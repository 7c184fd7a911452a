import { evenCounts, type Operations } from '../models/counting-tally.ts';
import type { SymbolSequence } from '../symbols/sequence.ts';
import type { TransformChain } from '../transforms/chain.ts';
import { parseTransform } from '../transforms/registry.ts';
import type { Setup } from './contract.ts';
import {
  atBothEnds,
  type BothEnds,
  type EndCost,
  type EndOperations,
  extraCost,
  integerBytes,
  stackOperations,
  sumOf,
} from './cost.ts';

/** What a step of `after=` takes for each symbol of the product, and beside that. */
interface StepCost {
  /** Symbols that are kept, at either end. */
  readonly keptSymbols: number;
  /** Statements of the forward and of the inverse direction. */
  readonly statements: readonly [forward: number, inverse: number];
  readonly forward: Partial<Operations>;
  readonly inverse: Partial<Operations>;
}

const same = (keptSymbols: number, statements: number, each: Partial<Operations>): StepCost => ({
  keptSymbols,
  statements: [statements, statements],
  forward: each,
  inverse: each,
});

/**
 * - `delta`: whether the difference, or the sum, leaves the alphabet; the symbol before. `delta2`: twice so.
 * - `lagN`: whether so many symbols are there, one of them read, whether it leaves the alphabet, whether the ring ends. Below N
 *   symbols the read and one test are spared; they are counted, so that all symbols are alike.
 * - `xorN`: the same without the alphabet.
 * - `zigzag`: which half, or which sign.
 * - planes: nothing on the way out, on the way back whether a symbol put together lies in the alphabet.
 */
const STEPS: Readonly<Record<string, (lag: number) => StepCost>> = {
  delta: () => same(1, 4, { branches: 1 }),
  delta2: () => same(2, 7, { branches: 2 }),
  lag: (lag) => same(lag, 10, { tableReads: 1, branches: 3 }),
  xor: (lag) => same(lag, 9, { tableReads: 1, branches: 2 }),
  zigzag: () => same(0, 3, { branches: 1 }),
  'bit-planes': () => planes(),
  'byte-planes': () => planes(),
};

const planes = (): StepCost => ({
  keptSymbols: 0,
  statements: [6, 10],
  forward: {},
  inverse: { branches: 1 },
});

/** `delta2` is a name of its own, `xor3` one with a number. */
function stepOf(name: string): StepCost | undefined {
  const parts = /^(lag|xor)(\d+)$/.exec(name);
  return STEPS[parts?.[1] ?? name]?.(Number(parts?.[2] ?? 1));
}

/** Each step with the alphabet and the number of symbols, for one of the product, that it is given. */
function walk(
  chain: TransformChain,
  alphabetSize: number,
  take: (step: StepCost, alphabetSize: number, symbolsPerSymbol: number, isWhole: boolean) => void,
): boolean {
  let size = alphabetSize;
  let symbols = 1;
  for (const name of chain.name.split('.')) {
    const step = stepOf(name);
    if (step === undefined) return false;
    const transform = parseTransform(name);
    take(step, size, symbols, transform.needsWholeMessage);
    const shape = transform.shape(size);
    size = shape.alphabetSize;
    symbols *= shape.symbolsPerSymbol;
  }
  return true;
}

/**
 * State and code of a chain: the symbols that its steps keep, in as many bytes as their alphabets need, with the place in a ring of
 * several; at the encoder, where planes follow another step, a message of what that step makes, since planes walk over it
 * several times. Undefined where a step does not tell.
 */
export function chainCosts(
  chain: TransformChain,
  { alphabetSize }: Setup,
  { messageEnds }: SymbolSequence,
): BothEnds<EndCost> | undefined {
  let longest = 0;
  messageEnds.forEach((end, i) => {
    longest = Math.max(longest, end - (i === 0 ? 0 : messageEnds[i - 1]));
  });
  let costs: BothEnds<EndCost> = { encoder: extraCost(0, 0, 0), decoder: extraCost(0, 0, 0) };
  let isFirst = true;
  const isKnown = walk(chain, alphabetSize, (step, size, symbols, isWhole) => {
    const symbolBytes = integerBytes(size - 1);
    const ringBytes = step.keptSymbols > 2 ? 2 * integerBytes(step.keptSymbols) : 0;
    const keptBytes = step.keptSymbols * symbolBytes + ringBytes;
    const heldBytes = isWhole && !isFirst ? longest * symbols * symbolBytes : 0;
    isFirst = false;
    costs = atBothEnds(
      costs,
      {
        encoder: extraCost(0, keptBytes + heldBytes, step.statements[0]),
        decoder: extraCost(0, keptBytes, step.statements[1]),
      },
      sumOf,
    );
  });
  return isKnown ? costs : undefined;
}

/** What the steps take for each symbol of the product. */
export function chainOperations(
  chain: TransformChain,
  { alphabetSize, symbols }: SymbolSequence,
): EndOperations | undefined {
  const times = (each: Partial<Operations>, factor: number): Partial<Operations> => ({
    tableReads: factor * (each.tableReads ?? 0),
    branches: factor * (each.branches ?? 0),
  });
  const none = evenCounts(symbols.length, {});
  let operations: EndOperations = { encoder: none, decoder: none };
  const isKnown = walk(chain, alphabetSize, ({ forward, inverse }, _, factor) => {
    operations = stackOperations(operations, {
      encoder: evenCounts(symbols.length, times(forward, factor)),
      decoder: evenCounts(symbols.length, times(inverse, factor)),
    });
  });
  return isKnown ? operations : undefined;
}

/** The coder's counts, which are for each symbol after the chain, as counts for each symbol of the product. */
export function perProductSymbol(
  operations: EndOperations,
  symbolCount: number,
  symbolsPerSymbol: number,
): EndOperations {
  if (symbolsPerSymbol === 1) return operations;
  const end = (which: keyof EndOperations): EndOperations['encoder'] => {
    const { worst, ...counts } = operations[which];
    const scaled = evenCounts(symbolsPerSymbol, worst).total;
    return { ...counts, symbolCount, worst: scaled };
  };
  return { encoder: end('encoder'), decoder: end('decoder') };
}
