import type { SymbolArray } from '../symbols/sequence.ts';
import { DECISION_TOTAL, type DecisionSink, type DecisionSource } from './binary-decision.ts';
import { ctwTables, MOST_STEPS, WEIGHT_SHIFT } from './ctw-tables.ts';

/** Words of a node: two hashes of what it stands for, its counts (ones in the upper half), log2 β in 1/65536 bit. */
const MARK = 0;
const PLACE = 1;
const COUNTS = 2;
const ODDS = 3;
const NODE_WORDS_SHIFT = 2;
/** Nodes of the first table, and of the largest: 256 MiB, and half of that beside it while it grows. */
const FEWEST_NODES = 2 ** 14;
const MOST_NODES = 2 ** 24;
/** The share of a table that is taken before it grows or, at its largest, takes no more. */
const LOAD = 0.75;
/** A count of this size halves both counts of its node. */
const LARGEST_COUNT = 0xffff;
/** Log-odds stay inside ± this, in 1/65536 bit. */
const LARGEST_ODDS = 2 ** 30;

/**
 * Context-tree weighting over symbols: each symbol is decided bit by bit, most significant first, and each bit has the
 * mixture over all context lengths 0 … `depth` (in symbols) that the tree of its contexts defines.
 *
 * Every node, a context with the bits of the symbol decided so far, holds Krichevsky–Trofimov counts, and log2 of β, the
 * probability of its own estimate by that of its longer contexts; along one path the weighted probability of a bit is
 * (β · own + longer) ÷ (β + 1), and β then grows by own ÷ longer. For an alphabet of 2 this is the binary method of the paper.
 *
 * What differs from the paper, alike at both ends: probabilities are 65536ths (1 … 65 535), log2 β is in 1/65536 bit and its
 * weight from a table, counts of 65 535 are halved. Nodes are told apart by 64 bits of hashes, so two contexts may share a
 * node, once in 10^5 corpora or so. When the largest table is full, paths end where their nodes end.
 *
 * Cost: ⌈log2 m⌉ · (depth + 1) nodes a symbol; 21 to 43 bytes a node, 384 MiB at most.
 * Source: F. M. J. Willems, Y. M. Shtarkov, T. J. Tjalkens, "The context-tree weighting method: basic properties", IEEE
 * Trans. IT 41(3), 1995; β: F. M. J. Willems, T. J. Tjalkens, "Complexity reduction of the context-tree weighting
 * algorithm", 1997 (from memory).
 */
export class CtwModel {
  readonly #width: number;
  readonly #depth: number;
  readonly #mostNodes: number;
  #words = new Int32Array(FEWEST_NODES << NODE_WORDS_SHIFT);
  #mask = FEWEST_NODES - 1;
  #room = Math.floor(FEWEST_NODES * LOAD);
  #nodes = 0;
  readonly #placeHash: Int32Array;
  readonly #markHash: Int32Array;
  /** Nodes of the bit in hand by context length, their own probabilities of a 1, and those of their longer contexts. */
  readonly #path: Int32Array;
  readonly #own: Int32Array;
  readonly #longer: Int32Array;
  #longest = 0;
  readonly #costs: Uint32Array;
  readonly #weights: Uint32Array;

  /**
   * @param depth      longest context, in symbols
   * @param mostNodes  a power of two, the same at both ends
   */
  constructor(alphabetSize: number, depth: number, mostNodes = MOST_NODES) {
    this.#width = alphabetSize < 2 ? 0 : 32 - Math.clz32(alphabetSize - 1);
    this.#depth = depth;
    this.#mostNodes = mostNodes;
    this.#placeHash = new Int32Array(depth + 1);
    this.#markHash = new Int32Array(depth + 1);
    this.#path = new Int32Array(depth + 1);
    this.#own = new Int32Array(depth + 1);
    this.#longer = new Int32Array(depth + 1);
    ({ costs: this.#costs, weights: this.#weights } = ctwTables());
    for (let j = 0; j < depth; j++) this.see(alphabetSize);
  }

  /** Moves the contexts on by a symbol that is not coded. */
  see(symbol: number): void {
    const place = this.#placeHash;
    const mark = this.#markHash;
    for (let j = this.#depth; j > 0; j--) {
      const a = Math.imul(place[j - 1] ^ (symbol + 1), 0x9e3779b1);
      place[j] = (a ^ (a >>> 15)) + j;
      const b = Math.imul(mark[j - 1] ^ (symbol + 1), 0x85ebca6b);
      mark[j] = (b ^ (b >>> 13)) + j;
    }
  }

  encode(symbols: SymbolArray, from: number, to: number, sink: DecisionSink): void {
    const width = this.#width;
    for (let i = from; i < to; i++) {
      const symbol = symbols[i];
      let prefix = 1;
      for (let shift = width - 1; shift >= 0; shift--) {
        const bit = (symbol >>> shift) & 1;
        sink.put(bit, this.#predict(prefix));
        this.#learn(bit);
        prefix = prefix * 2 + bit;
      }
      this.see(symbol);
    }
  }

  decode(source: DecisionSource, symbols: SymbolArray, from: number, to: number): void {
    const width = this.#width;
    const leading = 2 ** width;
    for (let i = from; i < to; i++) {
      let prefix = 1;
      for (let shift = width - 1; shift >= 0; shift--) {
        const bit = source.take(this.#predict(prefix));
        this.#learn(bit);
        prefix = prefix * 2 + bit;
      }
      symbols[i] = prefix - leading;
      this.see(prefix - leading);
    }
  }

  /** Probability of a 1 after the symbol's bits so far, which `prefix` holds below a leading 1. */
  #predict(prefix: number): number {
    const depth = this.#depth;
    if (this.#nodes + depth + 1 > this.#room) this.#grow();
    const words = this.#words;
    const path = this.#path;
    let longest = 0;
    for (; longest <= depth; longest++) {
      const node = this.#nodeOf(words, longest, prefix);
      if (node < 0) break;
      path[longest] = node;
    }
    longest--;
    this.#longest = longest;
    const ownOnes = this.#own;
    const longerOnes = this.#longer;
    const weights = this.#weights;
    let ones = DECISION_TOTAL / 2;
    for (let j = longest; j >= 0; j--) {
      const node = path[j];
      const counts = words[node + COUNTS];
      const own = krichevskyTrofimov(counts >>> 16, counts & 0xffff);
      ownOnes[j] = own;
      longerOnes[j] = ones;
      if (j === longest) {
        ones = own;
        continue;
      }
      const step = words[node + ODDS] >> WEIGHT_SHIFT;
      const weight = weights[MOST_STEPS + Math.min(MOST_STEPS, Math.max(-MOST_STEPS, step))];
      // Below 2^32, so the unsigned shift is the exact floor.
      ones = (weight * own + (DECISION_TOTAL - weight) * ones) >>> 16;
    }
    return ones;
  }

  /** Lets every node of the path know the bit. */
  #learn(bit: number): void {
    const words = this.#words;
    const path = this.#path;
    const ownOnes = this.#own;
    const longerOnes = this.#longer;
    const costs = this.#costs;
    const longest = this.#longest;
    for (let j = 0; j <= longest; j++) {
      const node = path[j];
      if (j < longest) {
        const own = bit === 1 ? ownOnes[j] : DECISION_TOTAL - ownOnes[j];
        const longer = bit === 1 ? longerOnes[j] : DECISION_TOTAL - longerOnes[j];
        const odds = words[node + ODDS] + costs[longer] - costs[own];
        words[node + ODDS] = Math.min(LARGEST_ODDS, Math.max(-LARGEST_ODDS, odds));
      }
      const counts = words[node + COUNTS];
      let ones = (counts >>> 16) + bit;
      let zeros = (counts & 0xffff) + 1 - bit;
      if (ones >= LARGEST_COUNT || zeros >= LARGEST_COUNT) {
        ones = (ones + 1) >>> 1;
        zeros = (zeros + 1) >>> 1;
      }
      words[node + COUNTS] = (ones << 16) | zeros;
    }
  }

  /** Offset of the node of the last `length` symbols and the bits so far, made if there is room; −1 if there is none. */
  #nodeOf(words: Int32Array, length: number, prefix: number): number {
    let place = Math.imul(this.#placeHash[length] + prefix, 0x2c1b3c6d);
    place = Math.imul(place ^ (place >>> 13), 0x297a2d39);
    place ^= place >>> 15;
    let mark = Math.imul(this.#markHash[length] ^ Math.imul(prefix, 0x27d4eb2f), 0x165667b1);
    mark ^= mark >>> 16;
    // 0 marks an empty place.
    if (mark === 0) mark = 1;
    const mask = this.#mask;
    let slot = place & mask;
    for (;;) {
      const node = slot << NODE_WORDS_SHIFT;
      const found = words[node + MARK];
      if (found === mark && words[node + PLACE] === place) return node;
      if (found === 0) break;
      slot = (slot + 1) & mask;
    }
    if (this.#nodes >= this.#room) return -1;
    this.#nodes++;
    const node = slot << NODE_WORDS_SHIFT;
    words[node + MARK] = mark;
    words[node + PLACE] = place;
    return node;
  }

  /** Twice the table, if it is not the largest yet. */
  #grow(): void {
    const old = this.#words;
    const size = 2 * (this.#mask + 1);
    if (size > this.#mostNodes) return;
    const words = new Int32Array(size << NODE_WORDS_SHIFT);
    const mask = size - 1;
    for (let from = 0; from < old.length; from += 1 << NODE_WORDS_SHIFT) {
      if (old[from + MARK] === 0) continue;
      let slot = old[from + PLACE] & mask;
      while (words[(slot << NODE_WORDS_SHIFT) + MARK] !== 0) slot = (slot + 1) & mask;
      const to = slot << NODE_WORDS_SHIFT;
      words[to + MARK] = old[from + MARK];
      words[to + PLACE] = old[from + PLACE];
      words[to + COUNTS] = old[from + COUNTS];
      words[to + ODDS] = old[from + ODDS];
    }
    this.#words = words;
    this.#mask = mask;
    this.#room = Math.floor(size * LOAD);
  }
}

/** (ones + ½) ÷ (ones + zeros + 1) in 65536ths, 1 … 65 535. */
function krichevskyTrofimov(ones: number, zeros: number): number {
  const exact = Math.floor(((2 * ones + 1) * DECISION_TOTAL) / (2 * (ones + zeros) + 2));
  return Math.min(DECISION_TOTAL - 1, Math.max(1, exact));
}
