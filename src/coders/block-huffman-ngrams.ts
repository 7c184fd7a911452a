import { LimitError } from '../errors/errors.ts';
import type { SymbolArray } from '../symbols/sequence.ts';

/** Most distinct n-grams of one table; with everything that is kept beside it, about 200 MB. */
export const MOST_NGRAMS = 2 ** 21;

/** Spaces of at most this many n-grams are indexed directly, larger ones by hashing. */
const DIRECT_SPACE = 2 ** 20;

/** n-grams handed over at once. */
const BATCH = 4096;

/**
 * m^n, the number of possible n-grams: exact below 2^53, which a power function need not be on
 * every engine.
 */
export function ngramSpace(alphabetSize: number, n: number): number {
  let space = 1;
  for (let i = 0; i < n; i++) space *= alphabetSize;
  return space;
}

/**
 * Distinct n-grams with their counts. An n-gram is one exact integer, its key: the symbols as
 * digits in base m, first symbol highest, below m^n < 2^53. Entries are numbered in order of first
 * sight.
 *
 * Memory: 16 bytes an entry and 4 bytes a slot, with a slot for each possible n-gram up to 2^20,
 * else at least 2 slots an entry (open addressing, linear probing).
 */
export class NgramIndex {
  keys = new Float64Array(64);
  counts = new Float64Array(64);
  size = 0;
  /** Sum of all counts. */
  total = 0;
  readonly #direct: boolean;
  /** Entry + 1, or 0 for a free slot. */
  #slots: Int32Array;

  /** @param space  m^n: keys lie below it */
  constructor(space: number) {
    this.#direct = space <= DIRECT_SPACE;
    this.#slots = new Int32Array(this.#direct ? space : 128);
  }

  /** Entry of `key`, or −1. */
  find(key: number): number {
    if (this.#direct) return this.#slots[key] - 1;
    return this.#slots[this.#slotOf(key)] - 1;
  }

  /**
   * Counts `key` once more and returns its entry.
   * @throws LimitError beyond {@link MOST_NGRAMS} entries
   */
  add(key: number): number {
    const slot = this.#direct ? key : this.#slotOf(key);
    let entry = this.#slots[slot] - 1;
    this.total++;
    if (entry >= 0) {
      this.counts[entry]++;
      return entry;
    }
    entry = this.size;
    if (entry === this.keys.length) this.#growEntries();
    this.keys[entry] = key;
    this.counts[entry] = 1;
    this.#slots[slot] = entry + 1;
    this.size = entry + 1;
    if (!this.#direct && 2 * this.size > this.#slots.length) this.#growSlots();
    return entry;
  }

  /** Back to no entries; costs what was in it. */
  clear(): void {
    // Last in, first out: no entry's probing passes over one that came in after it.
    for (let i = this.size - 1; i >= 0; i--) {
      this.#slots[this.#direct ? this.keys[i] : this.#slotOf(this.keys[i])] = 0;
    }
    this.size = 0;
    this.total = 0;
  }

  #slotOf(key: number): number {
    const slots = this.#slots;
    const mask = slots.length - 1;
    const high = Math.floor(key / 0x100000000);
    let hash = Math.imul(key >>> 0, 0x9e3779b1) ^ Math.imul(high, 0x85ebca77);
    hash ^= hash >>> 15;
    hash = Math.imul(hash, 0x2c1b3c6d);
    let slot = (hash ^ (hash >>> 13)) & mask;
    while (slots[slot] !== 0 && this.keys[slots[slot] - 1] !== key) slot = (slot + 1) & mask;
    return slot;
  }

  #growEntries(): void {
    if (this.size >= MOST_NGRAMS) {
      throw new LimitError('there are more distinct n-grams than a table may hold', {
        coder: 'block-huffman',
        expected: `at most ${MOST_NGRAMS}`,
        got: 'more',
        advice:
          'Take a smaller n, or symbols of a smaller alphabet: a table this long does not pay.',
      });
    }
    const keys = new Float64Array(2 * this.size);
    const counts = new Float64Array(2 * this.size);
    keys.set(this.keys);
    counts.set(this.counts);
    this.keys = keys;
    this.counts = counts;
  }

  #growSlots(): void {
    this.#slots = new Int32Array(2 * this.#slots.length);
    for (let i = 0; i < this.size; i++) this.#slots[this.#slotOf(this.keys[i])] = i + 1;
  }
}

/**
 * Cuts messages, handed over in pieces, into n-grams from their first symbol on. What is left at
 * the end, fewer than n symbols, is the message's tail.
 */
export class NgramCutter {
  /** The symbols since the last whole n-gram: at a message's end its tail. */
  readonly tail: Uint32Array;
  tailCount = 0;
  readonly #n: number;
  readonly #alphabetSize: number;
  readonly #receive: (keys: Float64Array, count: number) => void;
  readonly #keys = new Float64Array(BATCH);
  #filled = 0;

  /** @param receive  called with the keys of n-grams, in order; the array is used again */
  constructor(
    n: number,
    alphabetSize: number,
    receive: (keys: Float64Array, count: number) => void,
  ) {
    this.#n = n;
    this.#alphabetSize = alphabetSize;
    this.#receive = receive;
    this.tail = new Uint32Array(n);
  }

  take(symbols: SymbolArray, from: number, to: number): void {
    const n = this.#n;
    const m = this.#alphabetSize;
    let at = from;
    if (this.tailCount > 0) {
      while (at < to && this.tailCount < n) this.tail[this.tailCount++] = symbols[at++];
      if (this.tailCount < n) return;
      let key = 0;
      for (let i = 0; i < n; i++) key = key * m + this.tail[i];
      this.tailCount = 0;
      this.#keys[this.#filled++] = key;
      if (this.#filled === BATCH) this.flush();
    }
    while (to - at >= n) {
      const room = BATCH - this.#filled;
      const end = at + n * Math.min(room, Math.floor((to - at) / n));
      const keys = this.#keys;
      let filled = this.#filled;
      if (n === 2) {
        for (; at < end; at += 2) keys[filled++] = symbols[at] * m + symbols[at + 1];
      } else {
        while (at < end) {
          let key = 0;
          for (const stop = at + n; at < stop; at++) key = key * m + symbols[at];
          keys[filled++] = key;
        }
      }
      this.#filled = filled;
      if (filled === BATCH) this.flush();
    }
    while (at < to) this.tail[this.tailCount++] = symbols[at++];
  }

  /** Hands over what is gathered. */
  flush(): void {
    if (this.#filled === 0) return;
    const count = this.#filled;
    this.#filled = 0;
    this.#receive(this.#keys, count);
  }
}

/** Splits the keys back into symbols: `keys[i]` gives `n` symbols from `n · i` on. */
export function expandKeys(
  keys: Float64Array,
  count: number,
  n: number,
  alphabetSize: number,
  into: SymbolArray,
): void {
  for (let i = 0; i < count; i++) {
    let rest = keys[i];
    for (let j = n - 1; j >= 0; j--) {
      const above = Math.floor(rest / alphabetSize);
      into[n * i + j] = rest - above * alphabetSize;
      rest = above;
    }
  }
}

+ + + + + + +

# [PROBLEM REQUIREMENTS]
Filter the entries above and keep only the lines with the word "once".

# [OUTPUT FOR THIS EXERCISE]
 * node, once in 10^5 corpora or so. When the largest table is full, paths end where their nodes end.
/** n-grams handed over at once. */
   * Counts `key` once more and returns its entry.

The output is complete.